* _THE DATA_
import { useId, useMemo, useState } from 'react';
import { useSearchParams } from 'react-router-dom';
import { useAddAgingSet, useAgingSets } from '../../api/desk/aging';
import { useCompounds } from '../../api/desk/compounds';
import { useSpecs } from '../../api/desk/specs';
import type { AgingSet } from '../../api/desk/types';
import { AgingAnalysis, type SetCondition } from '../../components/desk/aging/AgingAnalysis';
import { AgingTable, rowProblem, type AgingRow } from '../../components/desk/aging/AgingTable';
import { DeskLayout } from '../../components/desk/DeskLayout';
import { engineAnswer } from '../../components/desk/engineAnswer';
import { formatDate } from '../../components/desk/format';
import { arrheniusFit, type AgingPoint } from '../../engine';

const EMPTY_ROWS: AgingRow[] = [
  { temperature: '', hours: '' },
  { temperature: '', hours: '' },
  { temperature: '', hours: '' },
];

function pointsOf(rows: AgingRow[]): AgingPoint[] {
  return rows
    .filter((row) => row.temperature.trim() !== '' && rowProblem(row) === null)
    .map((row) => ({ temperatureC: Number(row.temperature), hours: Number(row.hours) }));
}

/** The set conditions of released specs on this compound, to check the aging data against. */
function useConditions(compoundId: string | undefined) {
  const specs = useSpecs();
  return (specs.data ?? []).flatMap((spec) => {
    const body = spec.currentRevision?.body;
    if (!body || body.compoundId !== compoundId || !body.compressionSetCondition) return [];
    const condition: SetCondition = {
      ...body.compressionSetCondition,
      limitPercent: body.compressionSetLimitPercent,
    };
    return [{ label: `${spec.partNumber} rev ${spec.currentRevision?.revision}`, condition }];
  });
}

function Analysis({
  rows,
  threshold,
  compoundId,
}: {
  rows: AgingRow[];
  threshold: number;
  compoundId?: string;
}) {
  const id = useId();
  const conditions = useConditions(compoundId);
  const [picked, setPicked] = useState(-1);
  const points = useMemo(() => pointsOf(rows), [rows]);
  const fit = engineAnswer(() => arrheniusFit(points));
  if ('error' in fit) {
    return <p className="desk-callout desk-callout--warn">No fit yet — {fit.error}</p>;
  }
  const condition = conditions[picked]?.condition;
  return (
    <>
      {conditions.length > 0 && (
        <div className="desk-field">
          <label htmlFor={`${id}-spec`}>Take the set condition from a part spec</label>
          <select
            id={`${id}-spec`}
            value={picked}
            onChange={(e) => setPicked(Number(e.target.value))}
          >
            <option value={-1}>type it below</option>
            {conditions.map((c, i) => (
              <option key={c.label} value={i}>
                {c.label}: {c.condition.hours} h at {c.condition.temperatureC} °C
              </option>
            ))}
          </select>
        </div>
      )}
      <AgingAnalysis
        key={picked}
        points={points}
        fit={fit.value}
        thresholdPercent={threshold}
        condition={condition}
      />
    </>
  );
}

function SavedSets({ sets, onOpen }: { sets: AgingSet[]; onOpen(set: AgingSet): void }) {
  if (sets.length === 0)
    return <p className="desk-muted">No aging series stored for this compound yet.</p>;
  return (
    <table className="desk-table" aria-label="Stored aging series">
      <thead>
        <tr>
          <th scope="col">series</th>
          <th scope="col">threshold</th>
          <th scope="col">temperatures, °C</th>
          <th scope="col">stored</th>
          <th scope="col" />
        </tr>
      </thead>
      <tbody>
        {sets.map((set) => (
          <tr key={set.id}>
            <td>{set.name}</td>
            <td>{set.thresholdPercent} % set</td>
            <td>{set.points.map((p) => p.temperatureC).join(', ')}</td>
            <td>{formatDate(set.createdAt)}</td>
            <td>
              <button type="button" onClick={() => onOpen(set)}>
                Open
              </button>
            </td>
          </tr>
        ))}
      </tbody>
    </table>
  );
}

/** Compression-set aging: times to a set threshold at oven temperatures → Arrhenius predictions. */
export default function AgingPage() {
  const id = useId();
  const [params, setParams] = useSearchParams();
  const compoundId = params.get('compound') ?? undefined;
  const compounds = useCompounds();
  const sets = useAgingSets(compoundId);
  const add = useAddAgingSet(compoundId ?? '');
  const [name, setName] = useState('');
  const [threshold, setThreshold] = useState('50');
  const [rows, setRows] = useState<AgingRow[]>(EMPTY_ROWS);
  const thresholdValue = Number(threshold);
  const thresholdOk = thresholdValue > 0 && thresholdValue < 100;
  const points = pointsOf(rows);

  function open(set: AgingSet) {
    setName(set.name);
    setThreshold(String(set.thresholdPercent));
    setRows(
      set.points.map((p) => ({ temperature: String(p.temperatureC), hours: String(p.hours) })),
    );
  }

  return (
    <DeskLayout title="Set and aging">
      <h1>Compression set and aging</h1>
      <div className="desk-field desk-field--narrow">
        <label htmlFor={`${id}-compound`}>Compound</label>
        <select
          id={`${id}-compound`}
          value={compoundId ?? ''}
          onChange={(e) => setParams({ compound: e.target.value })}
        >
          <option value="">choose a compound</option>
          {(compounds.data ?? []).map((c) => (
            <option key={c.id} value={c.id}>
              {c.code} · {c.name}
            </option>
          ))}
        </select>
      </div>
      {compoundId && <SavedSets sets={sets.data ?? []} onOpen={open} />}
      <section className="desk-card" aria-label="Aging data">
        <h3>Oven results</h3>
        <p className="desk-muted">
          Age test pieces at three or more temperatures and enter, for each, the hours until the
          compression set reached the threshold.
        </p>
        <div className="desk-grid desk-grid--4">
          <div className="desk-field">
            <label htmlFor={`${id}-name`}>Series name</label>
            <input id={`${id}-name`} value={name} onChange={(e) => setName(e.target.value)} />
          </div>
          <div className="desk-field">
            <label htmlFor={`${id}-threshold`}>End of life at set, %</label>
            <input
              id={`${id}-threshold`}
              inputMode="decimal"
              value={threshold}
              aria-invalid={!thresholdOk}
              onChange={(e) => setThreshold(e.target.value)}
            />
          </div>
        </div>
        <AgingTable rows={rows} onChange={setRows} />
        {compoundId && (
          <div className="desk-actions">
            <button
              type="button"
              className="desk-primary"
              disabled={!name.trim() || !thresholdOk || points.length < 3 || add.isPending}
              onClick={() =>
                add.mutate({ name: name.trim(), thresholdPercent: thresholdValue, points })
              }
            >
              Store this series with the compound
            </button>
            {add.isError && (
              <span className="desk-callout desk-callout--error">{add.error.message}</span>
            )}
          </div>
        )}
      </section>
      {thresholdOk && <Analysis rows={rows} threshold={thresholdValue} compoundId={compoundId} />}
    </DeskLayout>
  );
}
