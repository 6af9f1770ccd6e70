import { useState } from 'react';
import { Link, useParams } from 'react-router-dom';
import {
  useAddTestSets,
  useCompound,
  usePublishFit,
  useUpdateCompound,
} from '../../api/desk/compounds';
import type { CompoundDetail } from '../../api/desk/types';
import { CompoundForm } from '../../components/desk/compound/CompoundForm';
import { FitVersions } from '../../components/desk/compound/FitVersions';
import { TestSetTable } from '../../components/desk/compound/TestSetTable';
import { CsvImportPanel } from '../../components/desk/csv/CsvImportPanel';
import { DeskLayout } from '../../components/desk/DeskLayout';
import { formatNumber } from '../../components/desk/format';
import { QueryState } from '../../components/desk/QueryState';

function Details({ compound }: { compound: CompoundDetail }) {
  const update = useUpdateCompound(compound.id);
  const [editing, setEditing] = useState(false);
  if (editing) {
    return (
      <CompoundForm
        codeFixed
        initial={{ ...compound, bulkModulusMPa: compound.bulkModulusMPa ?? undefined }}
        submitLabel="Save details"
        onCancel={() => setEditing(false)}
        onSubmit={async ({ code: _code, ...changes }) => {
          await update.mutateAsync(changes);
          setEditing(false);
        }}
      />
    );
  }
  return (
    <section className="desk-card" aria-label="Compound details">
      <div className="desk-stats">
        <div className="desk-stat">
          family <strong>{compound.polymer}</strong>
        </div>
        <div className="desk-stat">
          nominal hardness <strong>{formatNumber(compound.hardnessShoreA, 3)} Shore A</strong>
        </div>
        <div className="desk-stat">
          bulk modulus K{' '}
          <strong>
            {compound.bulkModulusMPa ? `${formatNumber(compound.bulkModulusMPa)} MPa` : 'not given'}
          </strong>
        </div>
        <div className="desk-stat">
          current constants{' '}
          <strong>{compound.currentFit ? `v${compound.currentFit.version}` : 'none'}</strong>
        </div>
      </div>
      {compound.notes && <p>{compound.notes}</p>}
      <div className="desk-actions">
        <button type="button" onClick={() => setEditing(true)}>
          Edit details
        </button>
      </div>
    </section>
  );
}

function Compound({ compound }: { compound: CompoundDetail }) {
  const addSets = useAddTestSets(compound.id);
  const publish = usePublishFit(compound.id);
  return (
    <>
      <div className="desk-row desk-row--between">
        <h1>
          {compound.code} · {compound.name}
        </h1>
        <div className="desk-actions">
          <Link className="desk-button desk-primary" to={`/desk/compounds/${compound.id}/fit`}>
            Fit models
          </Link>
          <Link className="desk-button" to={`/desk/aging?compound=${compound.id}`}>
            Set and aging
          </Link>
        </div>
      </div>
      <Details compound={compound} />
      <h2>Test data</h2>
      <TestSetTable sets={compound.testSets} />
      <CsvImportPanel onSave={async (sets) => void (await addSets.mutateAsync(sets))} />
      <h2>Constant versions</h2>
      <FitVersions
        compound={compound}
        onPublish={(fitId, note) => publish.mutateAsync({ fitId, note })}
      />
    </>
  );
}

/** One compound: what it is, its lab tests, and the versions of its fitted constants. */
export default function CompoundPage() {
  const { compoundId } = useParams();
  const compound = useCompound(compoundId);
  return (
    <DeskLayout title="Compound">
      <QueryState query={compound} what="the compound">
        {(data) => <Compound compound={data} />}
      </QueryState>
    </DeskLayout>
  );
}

* _PROBLEM DETAILS_
Each line of the listing that contains the word "button" must be copied.

* _EXERCISE RESULT_
              <button type="button" onClick={() => onOpen(set)}>
              </button>
            <button
              type="button"
            </button>
        <button type="button" onClick={() => setEditing(true)}>
        </button>
          <Link className="desk-button desk-primary" to={`/desk/compounds/${compound.id}/fit`}>
          <Link className="desk-button" to={`/desk/aging?compound=${compound.id}`}>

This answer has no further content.